Motion after-effects were elicited from striate cortical cells in lightly-anaesthetized cats, by adapting with square-wave gratings or randomly textured fields drifting steadily and continuously in preferred or null directions. The time-course and recovery of responsiveness following adaptation were assessed with moving bars, gratings or textured fields. Results were compared with controls in which the adapting stimulus was replaced by a uniform field of identical mean luminance, and also assessed in relation to the strength and time course of adaptation. Within 30-60 s adaptation, firing declined to a steady-state. Induced after-effects were direction-specific, and manifest as a transitory depression in response to the direction of prior adaptation, recovering to control levels in 30-60 s. Maximal after-effects were induced by gratings of optimal drift velocity and spatial frequency.
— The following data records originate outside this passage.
using System.Runtime.CompilerServices;
using System.Runtime.InteropServices;

namespace Campaigns.Statistics.Corrections;

/// <summary>A stable sort of p-values in linear time: radix passes over the bits of the doubles, whose order as integers is their order as numbers from 0 up.</summary>
/// <remarks>
/// Three passes of 11 bits put the leading 33 of the 62 bits in order (p = 1 is the largest key). What still shares those 33 bits is a short run in
/// continuous data, finished by insertion; a long run, as hostile or finely gridded data give, gets three more passes. Linear in every case.
/// </remarks>
internal static class Ranking
{
    private const int DigitBits = 11;
    private const int Buckets = 1 << DigitBits;
    private const int LeadingShift = 29;
    private const int LongestInsertion = 32;

    /// <summary>The values ascending, and for each rank the position it came from; equal values keep their order.</summary>
    /// <param name="values">In [0, 1], without -0; overwritten.</param>
    public static (double[] Sorted, int[] Order) Ascending(double[] values)
    {
        int n = values.Length;
        int[] order = new int[n];
        for (int i = 0; i < n; i++)
        {
            order[i] = i;
        }

        double[] spareKeys = new double[n];
        int[] spareOrder = new int[n];
        Span<ulong> keys = MemoryMarshal.Cast<double, ulong>(values.AsSpan());
        Span<ulong> spare = MemoryMarshal.Cast<double, ulong>(spareKeys.AsSpan());
        bool inSpare = SortByDigits(keys, order, spare, spareOrder, LeadingShift);
        double[] sorted = inSpare ? spareKeys : values;
        int[] ranks = inSpare ? spareOrder : order;
        FinishRuns(inSpare ? spare : keys, ranks, inSpare ? keys : spare, inSpare ? order : spareOrder);
        return (sorted, ranks);
    }

    /// <summary>Three stable passes over the digits that begin at a bit.</summary>
    /// <returns>Whether the result lies in the spare memory.</returns>
    private static bool SortByDigits(Span<ulong> keys, Span<int> order, Span<ulong> spareKeys, Span<int> spareOrder, int shift)
    {
        Span<int> starts = stackalloc int[3 * Buckets];
        starts.Clear();
        ref int count = ref MemoryMarshal.GetReference(starts);
        foreach (ulong key in keys)
        {
            Unsafe.Add(ref count, (int)((key >> shift) & (Buckets - 1)))++;
            Unsafe.Add(ref count, Buckets + (int)((key >> (shift + DigitBits)) & (Buckets - 1)))++;
            Unsafe.Add(ref count, (2 * Buckets) + (int)((key >> (shift + (2 * DigitBits))) & (Buckets - 1)))++;
        }

        bool inSpare = false;
        for (int pass = 0; pass < 3; pass++)
        {
            int at = shift + (pass * DigitBits);
            Span<int> next = starts.Slice(pass * Buckets, Buckets);
            if (keys.Length == 0 || next[(int)((keys[0] >> at) & (Buckets - 1))] == keys.Length)
            {
                continue;
            }

            int sum = 0;
            for (int bucket = 0; bucket < Buckets; bucket++)
            {
                (next[bucket], sum) = (sum, sum + next[bucket]);
            }

            if (inSpare)
            {
                Scatter(spareKeys, spareOrder, keys, order, next, at);
            }
            else
            {
                Scatter(keys, order, spareKeys, spareOrder, next, at);
            }

            inSpare = !inSpare;
        }

        return inSpare;
    }

    private static void Scatter(Span<ulong> keys, Span<int> order, Span<ulong> toKeys, Span<int> toOrder, Span<int> next, int shift)
    {
        // Every bucket's next place lies inside the target because the counts add up to its length.
        ref ulong target = ref MemoryMarshal.GetReference(toKeys);
        ref int targetOrder = ref MemoryMarshal.GetReference(toOrder);
        ref int place = ref MemoryMarshal.GetReference(next);
        ref int source = ref MemoryMarshal.GetReference(order);
        for (int i = 0; i < keys.Length; i++)
        {
            ulong key = keys[i];
            int to = Unsafe.Add(ref place, (int)((key >> shift) & (Buckets - 1)))++;
            Unsafe.Add(ref target, to) = key;
            Unsafe.Add(ref targetOrder, to) = Unsafe.Add(ref source, i);
        }
    }

    private static void FinishRuns(Span<ulong> keys, Span<int> order, Span<ulong> spareKeys, Span<int> spareOrder)
    {
        int start = 0;
        while (start < keys.Length)
        {
            ulong leading = keys[start] >> LeadingShift;
            int end = start + 1;
            while (end < keys.Length && keys[end] >> LeadingShift == leading)
            {
                end++;
            }

            int length = end - start;
            if (length > LongestInsertion)
            {
                if (SortByDigits(keys[start..end], order[start..end], spareKeys[start..end], spareOrder[start..end], 0))
                {
                    spareKeys[start..end].CopyTo(keys[start..end]);
                    spareOrder[start..end].CopyTo(order[start..end]);
                }
            }
            else if (length > 1)
            {
                Insert(keys[start..end], order[start..end]);
            }

            start = end;
        }
    }

    private static void Insert(Span<ulong> keys, Span<int> order)
    {
        for (int i = 1; i < keys.Length; i++)
        {
            (ulong key, int position) = (keys[i], order[i]);
            int to = i;
            for (; to > 0 && keys[to - 1] > key; to--)
            {
                (keys[to], order[to]) = (keys[to - 1], order[to - 1]);
            }

            (keys[to], order[to]) = (key, position);
        }
    }
}
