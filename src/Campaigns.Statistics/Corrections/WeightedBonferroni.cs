using Campaigns.Statistics.Numerics;

namespace Campaigns.Statistics.Corrections;

/// <summary>Bonferroni's correction with weights: the level is shared out in proportion to them.</summary>
/// <remarks>The adjusted p-value is p times the sum of all weights over its own.</remarks>
public sealed class WeightedBonferroni : WeightedCorrection
{
    /// <inheritdoc/>
    public override string Key => "weighted-bonferroni";

    /// <inheritdoc/>
    public override string Name => "Weighted Bonferroni";

    /// <inheritdoc/>
    public override ErrorRate Controls => ErrorRate.Familywise;

    /// <inheritdoc/>
    public override Dependence ValidUnder => Dependence.Any;

    /// <inheritdoc/>
    public override string Guarantee =>
        "The probability of at least one false survivor is at most the level, whatever the dependence between experiments, if the weights were fixed before the data.";

    /// <inheritdoc/>
    public override string Source => "R. Rosenthal and D. B. Rubin (1983), Psychological Bulletin 94:540-541; inequality: O. J. Dunn (1961), Journal of the American Statistical Association 56:52-64";

    private protected override bool IsStepUp => true;

    private protected override (DoubleDouble Weights, int Divisor) FactorAt(int rank, DoubleDouble total, DoubleDouble from) => (total, 1);
}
With rare exceptions after-effects were restricted to driven activity; no consistent effects on resting discharge were observed. The onset of adaptation, and the recovery period, were more rapid in simple cells, although after-effects of comparable strength were elicited from simple and from standard complex cells. Special complex cells, including many of the more profoundly texture-sensitive neurones in the cortex, were more resistant to adaptation. The results support the conclusion that psychophysically measured adaptation and induced motion after-effect phenomena reflect the known properties of cortical neurones.